Provided records Block Start
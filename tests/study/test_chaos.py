"""Shares of variance against closed forms."""

from __future__ import annotations

import math

import numpy as np
import pytest

from optics.study.chaos import Influence, influences
from optics.study.draws import Draws, Group, Spread, draw


def of(
    drawn: Draws, spreads: list[Spread], values: np.ndarray, factors: list[list[int]]
) -> Influence:
    uniform = [one.kind == "uniform" for one in spreads]
    (found,) = influences(drawn.latent, uniform, values[:, None], drawn.sequence, factors)
    assert found is not None
    return found


def numbers(found: Influence) -> tuple[list[float], list[float]]:
    first = [one.value for one in found.first_order]
    total = [one.value for one in found.total]
    return first, total  # type: ignore[return-value]


def covers(found: Influence, first: list[float], total: list[float]) -> bool:
    """Whether every interval holds the truth, but for rounding."""
    pairs = zip((*found.first_order, *found.total), (*first, *total), strict=True)
    return all(
        one.low is not None and one.high is not None and one.low - 1e-9 <= truth <= one.high + 1e-9
        for one, truth in pairs
    )


def test_ishigami() -> None:
    """sin x + 7 sin² y + 0.1 z⁴ sin x over ±π (Ishigami and Homma 1990; from memory)."""
    spreads = [Spread(name, 0.0, "uniform", math.pi) for name in "xyz"]
    drawn = draw(spreads, [], 2048, 1)
    x, y, z = drawn.values.T
    a, b = 7.0, 0.1
    found = of(
        drawn, spreads, np.sin(x) + a * np.sin(y) ** 2 + b * z**4 * np.sin(x), [[0], [1], [2]]
    )
    variance = a**2 / 8 + b * math.pi**4 / 5 + b**2 * math.pi**8 / 18 + 0.5
    alone = [0.5 * (1 + b * math.pi**4 / 5) ** 2, a**2 / 8, 0.0]
    both = b**2 * math.pi**8 * (1 / 18 - 1 / 50)
    first = [part / variance for part in alone]
    total = [first[0] + both / variance, first[1], both / variance]
    assert numbers(found)[0] == pytest.approx(first, abs=1e-4)
    assert numbers(found)[1] == pytest.approx(total, abs=1e-4)
    assert found.unexplained < 1e-5


@pytest.mark.parametrize("samples", [500, 2000])
def test_a_product_with_kinks(samples: int) -> None:
    """The g-function of Sobol, whose kinks no polynomial follows: the intervals allow for them."""
    a = np.array([0.0, 1.0, 4.5, 9.0])
    spreads = [Spread(name, 0.5, "uniform", 0.5) for name in "abcd"]
    drawn = draw(spreads, [], samples, 2)
    values = np.prod((np.abs(4.0 * drawn.values - 2.0) + a) / (1.0 + a), axis=1)
    found = of(drawn, spreads, values, [[0], [1], [2], [3]])
    part = 1.0 / (3.0 * (1.0 + a) ** 2)
    variance = np.prod(1.0 + part) - 1.0
    first = part / variance
    total = [part[i] * np.prod(1.0 + np.delete(part, i)) / variance for i in range(4)]
    assert covers(found, first.tolist(), total)
    assert 1e-4 < found.unexplained < 0.05


def test_a_correlated_group_is_one_factor() -> None:
    """Of x + 2 y + u with the correlation r of x and y: 1 + 4 + 4 r to 1/3."""
    spreads = [
        Spread("x", 5.0, "normal", 1.0), Spread("u", 0.0, "uniform", 1.0),
        Spread("y", 3.0, "normal", 1.0),
    ]  # fmt: skip
    drawn = draw(spreads, [Group((0, 2), 0.5)], 1000, 3)
    values = drawn.values[:, 0] + 2.0 * drawn.values[:, 2] + drawn.values[:, 1]
    found = of(drawn, spreads, values, [[0, 2], [1]])
    whole = 7.0 + 1.0 / 3.0
    first, total = numbers(found)
    assert first == pytest.approx([7.0 / whole, 1.0 / 3.0 / whole], abs=0.005)
    assert total == pytest.approx(first, abs=1e-9)
    assert found.terms == 4


def test_pure_interaction_has_no_first_order() -> None:
    spreads = [Spread(name, 0.0, "normal", 1.0) for name in "xy"]
    drawn = draw(spreads, [], 2048, 4)
    found = of(drawn, spreads, drawn.values[:, 0] * drawn.values[:, 1], [[0], [1]])
    first, total = numbers(found)
    assert first == pytest.approx([0.0, 0.0], abs=1e-6)
    assert total == pytest.approx([1.0, 1.0], abs=1e-6)


def test_undefined_samples_are_left_out_and_constants_have_no_influence() -> None:
    spreads = [Spread(name, 0.0, "normal", 1.0) for name in "xy"]
    drawn = draw(spreads, [], 400, 5)
    line = 3.0 * drawn.values[:, 0] + drawn.values[:, 1]
    line[::50] = np.nan
    table = np.stack([line, np.full(400, 0.3), np.full(400, np.nan)], axis=1)
    found = influences(drawn.latent, [False] * 2, table, drawn.sequence, [[0], [1]])
    assert found[0] is not None
    assert numbers(found[0])[0] == pytest.approx([0.9, 0.1], abs=0.02)
    assert found[1:] == [None, None]


def test_too_few_samples_say_nothing() -> None:
    spreads = [Spread(name, 0.0, "normal", 1.0) for name in "xyz"]
    drawn = draw(spreads, [], 8, 6)
    values = drawn.values.sum(axis=1)[:, None]
    assert influences(drawn.latent, [False] * 3, values, drawn.sequence, [[0], [1], [2]]) == [None]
Provided records Block End
What to produce:
Note which lines carry the word "numbers" in the material, then copy each of them.

Solution to the exercise:
def numbers(found: Influence) -> tuple[list[float], list[float]]:
    assert numbers(found)[0] == pytest.approx(first, abs=1e-4)
    assert numbers(found)[1] == pytest.approx(total, abs=1e-4)
    first, total = numbers(found)
    first, total = numbers(found)
    assert numbers(found[0])[0] == pytest.approx([0.9, 0.1], abs=0.02)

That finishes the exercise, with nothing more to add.